List each line of the data that holds the string "FlexAnalysis", please.

- [Stored items]
=== Section Start ===

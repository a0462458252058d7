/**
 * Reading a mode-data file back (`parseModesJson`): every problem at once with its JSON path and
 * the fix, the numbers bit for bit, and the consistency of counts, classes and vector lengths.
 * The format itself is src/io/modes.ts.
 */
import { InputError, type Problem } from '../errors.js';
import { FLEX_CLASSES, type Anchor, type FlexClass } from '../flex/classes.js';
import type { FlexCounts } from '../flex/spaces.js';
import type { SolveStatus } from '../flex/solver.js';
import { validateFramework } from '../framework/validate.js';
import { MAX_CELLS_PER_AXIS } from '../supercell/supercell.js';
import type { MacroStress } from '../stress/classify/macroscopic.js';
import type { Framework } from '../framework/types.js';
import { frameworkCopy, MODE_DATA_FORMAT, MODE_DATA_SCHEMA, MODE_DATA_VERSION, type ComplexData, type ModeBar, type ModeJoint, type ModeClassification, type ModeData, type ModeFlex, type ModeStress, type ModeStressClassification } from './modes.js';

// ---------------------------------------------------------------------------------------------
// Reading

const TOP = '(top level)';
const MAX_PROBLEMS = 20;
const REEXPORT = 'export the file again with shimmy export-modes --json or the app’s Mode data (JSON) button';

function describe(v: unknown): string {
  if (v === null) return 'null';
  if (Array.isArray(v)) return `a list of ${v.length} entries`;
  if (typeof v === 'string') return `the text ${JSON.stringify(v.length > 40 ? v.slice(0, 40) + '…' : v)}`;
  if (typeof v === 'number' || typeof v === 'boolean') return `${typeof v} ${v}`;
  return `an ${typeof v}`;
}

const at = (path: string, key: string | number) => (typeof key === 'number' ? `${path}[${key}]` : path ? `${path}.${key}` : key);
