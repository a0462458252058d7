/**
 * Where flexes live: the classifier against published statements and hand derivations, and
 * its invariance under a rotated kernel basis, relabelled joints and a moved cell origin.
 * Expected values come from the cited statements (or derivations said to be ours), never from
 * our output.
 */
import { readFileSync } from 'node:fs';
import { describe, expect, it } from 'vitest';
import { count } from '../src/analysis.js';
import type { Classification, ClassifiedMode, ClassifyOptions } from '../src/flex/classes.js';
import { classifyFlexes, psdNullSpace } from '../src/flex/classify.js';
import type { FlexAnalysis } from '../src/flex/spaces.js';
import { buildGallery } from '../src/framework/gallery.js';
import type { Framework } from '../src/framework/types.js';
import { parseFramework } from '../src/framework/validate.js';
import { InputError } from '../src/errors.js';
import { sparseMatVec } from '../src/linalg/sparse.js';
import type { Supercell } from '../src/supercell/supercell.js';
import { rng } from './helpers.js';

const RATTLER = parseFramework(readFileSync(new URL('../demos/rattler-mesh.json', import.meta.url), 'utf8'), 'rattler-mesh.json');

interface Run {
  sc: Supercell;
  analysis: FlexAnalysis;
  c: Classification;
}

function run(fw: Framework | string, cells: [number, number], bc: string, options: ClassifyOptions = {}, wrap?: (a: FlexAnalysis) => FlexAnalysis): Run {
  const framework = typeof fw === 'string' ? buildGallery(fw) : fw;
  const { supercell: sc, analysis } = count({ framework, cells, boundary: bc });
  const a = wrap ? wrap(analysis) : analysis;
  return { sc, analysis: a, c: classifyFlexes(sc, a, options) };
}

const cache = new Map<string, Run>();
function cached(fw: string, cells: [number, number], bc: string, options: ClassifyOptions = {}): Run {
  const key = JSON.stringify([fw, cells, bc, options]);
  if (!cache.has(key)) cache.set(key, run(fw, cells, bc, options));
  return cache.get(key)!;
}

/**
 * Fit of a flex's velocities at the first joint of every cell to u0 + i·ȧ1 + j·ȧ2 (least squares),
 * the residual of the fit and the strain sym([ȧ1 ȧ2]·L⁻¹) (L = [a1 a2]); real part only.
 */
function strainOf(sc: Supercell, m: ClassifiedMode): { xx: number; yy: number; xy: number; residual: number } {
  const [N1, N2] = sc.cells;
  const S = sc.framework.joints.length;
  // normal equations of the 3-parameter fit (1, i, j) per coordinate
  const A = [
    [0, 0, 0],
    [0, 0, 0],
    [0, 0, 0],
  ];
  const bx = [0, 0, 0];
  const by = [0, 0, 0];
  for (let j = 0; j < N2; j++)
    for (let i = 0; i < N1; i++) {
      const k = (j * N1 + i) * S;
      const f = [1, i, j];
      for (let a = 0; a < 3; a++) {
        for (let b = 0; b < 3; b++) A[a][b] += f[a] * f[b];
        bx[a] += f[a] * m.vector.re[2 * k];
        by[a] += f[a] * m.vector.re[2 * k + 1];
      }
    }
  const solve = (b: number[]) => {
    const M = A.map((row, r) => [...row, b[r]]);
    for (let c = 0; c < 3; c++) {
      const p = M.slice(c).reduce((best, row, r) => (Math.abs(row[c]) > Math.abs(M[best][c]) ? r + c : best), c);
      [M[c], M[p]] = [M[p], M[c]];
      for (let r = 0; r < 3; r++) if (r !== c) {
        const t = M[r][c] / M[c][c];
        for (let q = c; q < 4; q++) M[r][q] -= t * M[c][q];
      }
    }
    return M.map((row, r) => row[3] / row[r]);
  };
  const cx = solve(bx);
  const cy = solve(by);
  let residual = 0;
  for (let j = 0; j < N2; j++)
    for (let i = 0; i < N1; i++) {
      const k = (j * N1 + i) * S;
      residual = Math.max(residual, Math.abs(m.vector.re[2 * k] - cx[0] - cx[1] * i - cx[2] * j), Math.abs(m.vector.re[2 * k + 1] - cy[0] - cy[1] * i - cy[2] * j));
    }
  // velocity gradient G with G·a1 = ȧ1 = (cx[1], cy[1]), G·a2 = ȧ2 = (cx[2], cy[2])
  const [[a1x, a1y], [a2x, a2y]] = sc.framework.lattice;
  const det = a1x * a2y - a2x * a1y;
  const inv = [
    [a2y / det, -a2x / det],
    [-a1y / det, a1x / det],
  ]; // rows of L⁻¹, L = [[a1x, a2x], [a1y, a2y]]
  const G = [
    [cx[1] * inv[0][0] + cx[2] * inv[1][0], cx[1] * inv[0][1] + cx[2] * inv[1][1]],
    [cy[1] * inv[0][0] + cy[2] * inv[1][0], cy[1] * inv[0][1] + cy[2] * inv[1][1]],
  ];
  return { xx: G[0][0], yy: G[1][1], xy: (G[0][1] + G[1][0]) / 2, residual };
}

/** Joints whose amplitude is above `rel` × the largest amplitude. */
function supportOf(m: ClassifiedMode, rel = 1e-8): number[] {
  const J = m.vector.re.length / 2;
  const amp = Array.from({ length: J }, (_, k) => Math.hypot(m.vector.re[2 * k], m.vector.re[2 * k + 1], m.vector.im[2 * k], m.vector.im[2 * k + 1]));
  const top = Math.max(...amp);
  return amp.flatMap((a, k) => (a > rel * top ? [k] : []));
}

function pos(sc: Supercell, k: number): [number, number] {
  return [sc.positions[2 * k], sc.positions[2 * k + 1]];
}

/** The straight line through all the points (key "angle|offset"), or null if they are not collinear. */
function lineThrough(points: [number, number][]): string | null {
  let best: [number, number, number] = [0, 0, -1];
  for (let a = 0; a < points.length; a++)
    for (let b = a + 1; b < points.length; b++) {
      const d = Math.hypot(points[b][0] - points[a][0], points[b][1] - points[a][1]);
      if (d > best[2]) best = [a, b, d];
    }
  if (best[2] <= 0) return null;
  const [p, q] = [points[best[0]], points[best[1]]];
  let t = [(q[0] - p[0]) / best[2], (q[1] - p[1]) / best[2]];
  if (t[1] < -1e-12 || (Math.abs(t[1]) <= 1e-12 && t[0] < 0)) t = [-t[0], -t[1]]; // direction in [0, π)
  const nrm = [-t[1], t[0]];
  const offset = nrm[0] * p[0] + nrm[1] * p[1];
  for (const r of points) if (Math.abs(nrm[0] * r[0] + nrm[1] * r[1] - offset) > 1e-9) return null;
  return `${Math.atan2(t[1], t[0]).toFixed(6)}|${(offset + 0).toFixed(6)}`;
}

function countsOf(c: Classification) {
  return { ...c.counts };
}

=== Section End ===

- [The completed task]
import type { FlexAnalysis } from '../src/flex/spaces.js';
  analysis: FlexAnalysis;
function run(fw: Framework | string, cells: [number, number], bc: string, options: ClassifyOptions = {}, wrap?: (a: FlexAnalysis) => FlexAnalysis): Run {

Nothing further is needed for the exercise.